[[ Dataset records, beginning ]]

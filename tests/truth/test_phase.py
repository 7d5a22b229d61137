"""Phase, group delay, GDD and TOD against closed forms and 50-digit differentiation."""

import mpmath as mp
import numpy as np
import pytest

import filmstack as fs
from filmstack.constants import HBAR_EV_FS, PLANCK_EV_NM, SPEED_OF_LIGHT_NM_PER_FS

C = fs.constant


def mirror(first, second, pairs=30, wavelength=1064.0):
    layers = [fs.Layer(C(n), wavelength / (4.0 * n)) for n in (first, second)] * pairs
    return fs.Stack(C(1.0), layers, C(1.52))


@pytest.mark.parametrize(
    ("first", "second", "published"),
    # Q15: D. I. Babic, S. W. Corzine, IEEE J. Quantum Electron. 28, 514 (1992), half-space limit, 2.35 / 1.45, 1064 nm.
    [(2.35, 1.45, 1.97173442939), (1.45, 2.35, 6.71868506816)],
)
def test_delay_of_a_quarter_wave_mirror(first, second, published):
    found = fs.phase(mirror(first, second), 1064.0).reflection
    assert found.gd_fs_s[0, 0] == pytest.approx(published, rel=1e-10)
    assert found.gd_fs_p[0, 0] == found.gd_fs_s[0, 0]
    # The mirror is symmetric about its centre in frequency.
    assert found.gdd_fs2_s[0, 0] == pytest.approx(0.0, abs=1e-9)


def test_delay_of_a_resonator_before_a_perfect_mirror():
    # G1, G2: F. Gires, P. Tournois, C. R. Acad. Sci. 258, 6112 (1964). Front face of 1.5 in air, R = 0.04; the perfect
    # mirror is a medium of index 1e-9 (r = +1 to 1e-9): GD = t0 (1 - R) / (1 + R - 2 q cos x) with x the round trip.
    n, d, reflectance = 1.5, 1e4, 0.04
    t0 = 2.0 * n * d / SPEED_OF_LIGHT_NM_PER_FS
    assert t0 == pytest.approx(100.069228559, abs=1e-8)
    q = np.sqrt(reflectance)
    stack = fs.Stack(C(1.0), [fs.Layer(C(n), d)], C(1e-12))
    wavelength = np.linspace(790.0, 810.0, 41)
    x = 4.0 * np.pi * n * d / wavelength  # r of the face is -q, of the back +1: the round trip adds no sign but that
    found = fs.phase(stack, wavelength).reflection
    closed = t0 * (1.0 - reflectance) / (1.0 + reflectance + 2.0 * -q * np.cos(x))
    np.testing.assert_allclose(found.gd_fs_s[0], closed, rtol=1e-9)
    # GDD = d GD / d omega with x = omega t0.
    slope = -t0 * t0 * (1.0 - reflectance) * 2.0 * q * np.sin(x) / (1.0 + reflectance - 2.0 * q * np.cos(x)) ** 2
    np.testing.assert_allclose(found.gdd_fs2_s[0], slope, rtol=1e-8, atol=1e-6)
    largest = np.max(np.abs(fs.phase(stack, np.linspace(790.0, 810.0, 4001)).reflection.gdd_fs2_s))
    assert largest == pytest.approx(0.480320108213 * t0**2, rel=1e-4)


def _index(sellmeier, energy):
    a, b, c = sellmeier
    square = (mp.mpf(PLANCK_EV_NM) / 1000 / energy) ** 2
    return mp.sqrt(a + sum(s * square / (square - r) for s, r in zip(b, c, strict=True)))


FORMULAS = [(1.0, [1.1], [0.01]), (2.0, [2.4, 0.3], [0.06, 0.02]), (1.0, [1.0396, 0.2318], [0.006, 0.02])]


@pytest.mark.parametrize(("angle", "p"), [(0.0, False), (35.0, False), (35.0, True)])
def test_third_derivatives_on_formula_materials(angle, p):
    # mpmath at 50 digits: derivatives of arg r and arg t of an Airy recursion by photon energy.
    thicknesses = [120.0, 75.0, 210.0, 64.0, 150.0]
    media = [fs.sellmeier(b, c, a) for a, b, c in FORMULAS]
    layers = [fs.Layer(media[j % 2], d) for j, d in enumerate(thicknesses)]
    found = fs.phase(fs.Stack(C(1.0), layers, media[2]), 800.0, angle)

    def amplitudes(energy):
        b = mp.sin(mp.mpf(angle) * mp.pi / 180)
        n = [mp.mpf(1), *(_index(FORMULAS[j % 2], energy) for j in range(5)), _index(FORMULAS[2], energy)]
        k0 = 2 * mp.pi * energy / mp.mpf(PLANCK_EV_NM)
        kappa = [mp.sqrt(x * x - b * b) for x in n]
        y = [x * x / q if p else q for x, q in zip(n, kappa, strict=True)]
        r, t = mp.mpf(0), mp.mpf(1)
        for j in range(len(n) - 2, -1, -1):
            step, turn = (y[j] - y[j + 1]) / (y[j] + y[j + 1]), mp.mpf(1)
            if j + 1 < len(n) - 1:
                turn = mp.exp(-1j * k0 * kappa[j + 1] * mp.mpf(thicknesses[j]))
            below = 1 + step * r * turn**2
            r, t = (step + r * turn**2) / below, 2 * y[j] / (y[j] + y[j + 1]) * turn * t / below
        return r, t

    with mp.workdps(50):
        energy = mp.mpf(PLANCK_EV_NM) / 800
        for which, part in ((0, found.reflection), (1, found.transmission)):
            series = mp.taylor(lambda e, which=which: mp.log(amplitudes(e)[which]), energy, 3)
            for j, name in ((1, "gd_fs"), (2, "gdd_fs2"), (3, "tod_fs3")):
                true = -(mp.mpf(HBAR_EV_FS) ** j) * mp.factorial(j) * series[j].imag
                value = getattr(part, f"{name}_{'p' if p else 's'}")[0, 0]
                assert value == pytest.approx(float(true), rel=1e-8)


def test_phase_is_that_of_the_amplitudes_and_unwraps_over_coarse_steps():
    stack = fs.Stack(C(1.5), [fs.Layer(C(1.5), 2e4)], C(1.5))
    found = fs.phase(stack, [700.0, 800.0, 900.0]).transmission
    # n d / c for a film between like media: the phase is - k0 n d, tens of turns apart from one wavelength to the next.
    phase = -2.0 * np.pi * 1.5 * 2e4 / np.array([700.0, 800.0, 900.0])
    np.testing.assert_allclose(np.diff(found.phase_rad_s[0]), np.diff(phase), rtol=1e-12)
    metal = fs.Stack(C(1.0), [fs.Layer(C(2.35), 80.0), fs.Layer(C(0.06, 3.3), 500.0)], C(1.52))
    s, p = fs.spectrum(metal, [500.0, 600.0], 50.0), fs.phase(metal, [500.0, 600.0], 50.0)
    pairs = ((s.r_s, p.reflection.phase_rad_s), (s.r_p, p.reflection.phase_rad_p), (s.t_p, p.transmission.phase_rad_p))
    for amplitude, angle in pairs:
        np.testing.assert_allclose(np.exp(1j * np.angle(amplitude)), np.exp(1j * angle), atol=1e-12)


def test_reference_plane_of_the_substrate():
    # A wave reflected at depth D in the incident medium comes back with exp(-2 i k0 D): a layer of air before a mirror.
    spaced = fs.Stack(C(1.0), [fs.Layer(C(1.0), 700.0)], C(0.1, 5.0))
    bare = fs.Stack(C(1.0), [], C(0.1, 5.0))
    a, b = fs.phase(spaced, 600.0, plane="substrate").reflection, fs.phase(bare, 600.0).reflection
    assert np.exp(1j * a.phase_rad_s[0, 0]) == pytest.approx(np.exp(1j * b.phase_rad_s[0, 0]), abs=1e-12)
    assert a.gd_fs_s[0, 0] == pytest.approx(b.gd_fs_s[0, 0], abs=1e-12)


def test_uncertainty_from_the_rounding_of_a_table():
    table = fs.material("SiO2/ion-assisted-2013")
    found = fs.phase(fs.Stack(table, [fs.Layer(table, 1e4)], table), 800.0)
    # For a single pass phi = - k0 n d: d GDD = hbar^2 (E / hbar c) d * d2n/dE2.
    spread = float(table.derivative_uncertainty(2, 800.0))
    expected = HBAR_EV_FS**2 * 2.0 * np.pi / 800.0 * 1e4 * spread
    assert found.transmission.gdd_uncertainty_fs2_s[0, 0] == pytest.approx(expected, rel=1e-6)
    assert "leaves the GDD uncertain by up to" in found.notes[-1]
    exact = fs.phase(fs.Stack(C(1.0), [fs.Layer(C(1.5), 1e4)], C(1.5)), 800.0)
    assert exact.reflection.gdd_uncertainty_fs2_s[0, 0] == 0.0
    assert exact.notes == ()


def test_what_has_no_phase_is_refused():
    plate = fs.Stack(C(1.0), [fs.Plate(C(1.5), 1.0)], C(1.0))
    with pytest.raises(fs.CoherenceError, match="phase: a stack with a thick plate has no phase"):
        fs.phase(plate, 550.0)
    with pytest.raises(fs.ArgumentError, match="angle_deg: expected angles below 90 deg"):
        fs.phase(fs.Stack(C(1.0), [], C(1.5)), 550.0, 90.0)
    with pytest.raises(fs.ArgumentError, match="plane: expected 'front' or 'substrate', got 'back'"):
        fs.phase(fs.Stack(C(1.0), [], C(1.5)), 550.0, plane="back")
    # No reflection at all: the phase of 0 is not a number, never 0.
    nothing = fs.phase(fs.Stack(C(1.5), [], C(1.5)), 550.0).reflection
    assert np.isnan(nothing.phase_rad_s[0, 0])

[[ Dataset records, end ]]

In the material above, find the line containing "assert np.exp(1j *" and the line containing "the GDD uncertain", then write out exactly those two lines and every line between them, and nothing more.

    assert np.exp(1j * a.phase_rad_s[0, 0]) == pytest.approx(np.exp(1j * b.phase_rad_s[0, 0]), abs=1e-12)
    assert a.gd_fs_s[0, 0] == pytest.approx(b.gd_fs_s[0, 0], abs=1e-12)


def test_uncertainty_from_the_rounding_of_a_table():
    table = fs.material("SiO2/ion-assisted-2013")
    found = fs.phase(fs.Stack(table, [fs.Layer(table, 1e4)], table), 800.0)
    # For a single pass phi = - k0 n d: d GDD = hbar^2 (E / hbar c) d * d2n/dE2.
    spread = float(table.derivative_uncertainty(2, 800.0))
    expected = HBAR_EV_FS**2 * 2.0 * np.pi / 800.0 * 1e4 * spread
    assert found.transmission.gdd_uncertainty_fs2_s[0, 0] == pytest.approx(expected, rel=1e-6)
    assert "leaves the GDD uncertain by up to" in found.notes[-1]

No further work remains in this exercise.